[Collected data entries]
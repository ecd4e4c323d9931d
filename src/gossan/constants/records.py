"""The records of the table, made from entries of a file and their reduced reactions."""

from __future__ import annotations

from collections.abc import Callable
from dataclasses import replace

from gossan.base.notation import charge_of, molar_mass
from gossan.constants.document import Entry
from gossan.constants.entries import Component, Constant, Gas, Mineral, Species, TemperatureFit
from gossan.constants.reduce import Faulty, Published, Reducer, solid_of
from gossan.constants.temperature import NEAR_REFERENCE, WITH_ENTHALPY, combined

ASSUMED_ION_SIZE = Constant(4e-10, None, "m", "kielland1937", True, "assumed, as usual for complexes")

OF_A_CONSTANT = ("log10_k", "enthalpy", "temperature_fit", "valid")

Maker = Callable[[Entry, Published | None, Reducer, dict[str, str]], Component | Species | Mineral | Gas]


def read_published(entry: Entry, sources: dict[str, str]) -> Published | None:
    """Read what an entry says of its printed reaction; None where it has no constant or a faulty one."""
    log10_k = entry.constant("log10_k", sources)
    enthalpy, fit, valid = entry.constant("enthalpy", sources), entry.fit(), entry.valid()
    if valid is None:
        valid = WITH_ENTHALPY if enthalpy or fit else NEAR_REFERENCE
    return None if log10_k is None else Published(log10_k, enthalpy, fit, valid)


def component(
    entry: Entry, published: Published | None, reducer: Reducer, sources: dict[str, str]
) -> Component:
    """Make a component; one with a half reaction is reduced to first ions."""
    held = "half_reaction" in entry.keys
    if held and "log10_k" not in entry.keys:
        entry.fault("log10_k", "is missing: a half reaction has a constant")
    if not held and "couple" in entry.keys:
        entry.fault("couple", "is given to a first ion", "it belongs to the valences made from it")
    if not held and any(key in entry.keys for key in OF_A_CONSTANT):
        entry.fault("half_reaction", "is missing: a first ion has no constant")
    charge = charge_of(entry.name)
    half = reducer.reduced(entry.kind, entry.name, held=False) if held else None
    return Component(
        entry.name,
        charge,
        ion_size=_ion_size(entry, charge, sources),
        diffusion=entry.constant("diffusion", sources),
        half_reaction=half.reaction(entry.keys["half_reaction"]) if half else None,
        half_log10_k=published.log10_k if published else None,
        half_enthalpy=published.enthalpy if published else None,
        half_fit=half.fit if half else None,
        couple=entry.typed("couple", str, ""),
        half_valid=half.valid if half else None,
        note=entry.typed("note", str, ""),
        alternatives=entry.alternatives(sources),
    )


def species(entry: Entry, published: Published | None, reducer: Reducer, sources: dict[str, str]) -> Species:
    """Make a dissolved complex."""
    charge = charge_of(entry.name)
    made = reducer.reduced(entry.kind, entry.name)
    log10_k, printed = _both(published, made.log10_k, made.direct)
    return Species(
        entry.name,
        charge,
        made.reaction(entry.keys["reaction"]),
        log10_k,
        enthalpy=published.enthalpy if published else None,
        fit=made.fit,
        valid=made.valid,
        ion_size=_ion_size(entry, charge, sources),
        diffusion=entry.constant("diffusion", sources),
        default=entry.typed("default", bool, True),
        note=entry.typed("note", str, ""),
        alternatives=entry.alternatives(sources),
        published=printed,
    )


def mineral(entry: Entry, published: Published | None, reducer: Reducer, sources: dict[str, str]) -> Mineral:
    """Make a mineral."""
    made = reducer.reduced(entry.kind, entry.name)
    log10_k, printed = _both(published, -made.log10_k, made.direct)
    volume = entry.constant("molar_volume", sources)
    if volume is None:
        raise Faulty
    formula = solid_of(entry)
    return Mineral(
        entry.name,
        formula,
        made.reaction(entry.keys["reaction"]),
        log10_k,
        volume,
        molar_mass(formula),
        entry.typed("forms", bool, False),
        enthalpy=published.enthalpy if published else None,
        fit=_dissolving(made.fit),
        valid=made.valid,
        also_called=entry.names("also_called"),
        note=entry.typed("note", str, ""),
        alternatives=entry.alternatives(sources),
        published=printed,
    )


def gas(entry: Entry, published: Published | None, reducer: Reducer, sources: dict[str, str]) -> Gas:
    """Make a gas."""
    made = reducer.reduced(entry.kind, entry.name)
    log10_k, printed = _both(published, -made.log10_k, made.direct)
    return Gas(
        entry.name,
        made.reaction(entry.keys["reaction"]),
        log10_k,
        enthalpy=published.enthalpy if published else None,
        fit=_dissolving(made.fit),
        valid=made.valid,
        note=entry.typed("note", str, ""),
        alternatives=entry.alternatives(sources),
        published=printed,
    )


MAKERS: dict[str, Maker] = {"components": component, "species": species, "minerals": mineral, "gases": gas}


def _ion_size(entry: Entry, charge: int, sources: dict[str, str]) -> Constant | None:
    return entry.constant("ion_size", sources) or (ASSUMED_ION_SIZE if charge else None)


def _both(published: Published | None, value: float, direct: bool) -> tuple[Constant, Constant | None]:
    """Constant of the reduced reaction, and the printed one where it is another."""
    if published is None:
        raise Faulty
    if direct:
        return published.log10_k, None
    return replace(published.log10_k, value=value), published.log10_k


def _dissolving(forming: TemperatureFit) -> TemperatureFit:
    return combined([(-1.0, forming)])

■ WHAT TO WORK ON:
Repeat verbatim the opening run of entries, ending with the line that contains "from gossan.constants.temperature import".

■ EXPECTED OUTPUT:
repository ecd4e4c323d9931d
filename src/gossan/constants/records.py
"""The records of the table, made from entries of a file and their reduced reactions."""

from __future__ import annotations

from collections.abc import Callable
from dataclasses import replace

from gossan.base.notation import charge_of, molar_mass
from gossan.constants.document import Entry
from gossan.constants.entries import Component, Constant, Gas, Mineral, Species, TemperatureFit
from gossan.constants.reduce import Faulty, Published, Reducer, solid_of
from gossan.constants.temperature import NEAR_REFERENCE, WITH_ENTHALPY, combined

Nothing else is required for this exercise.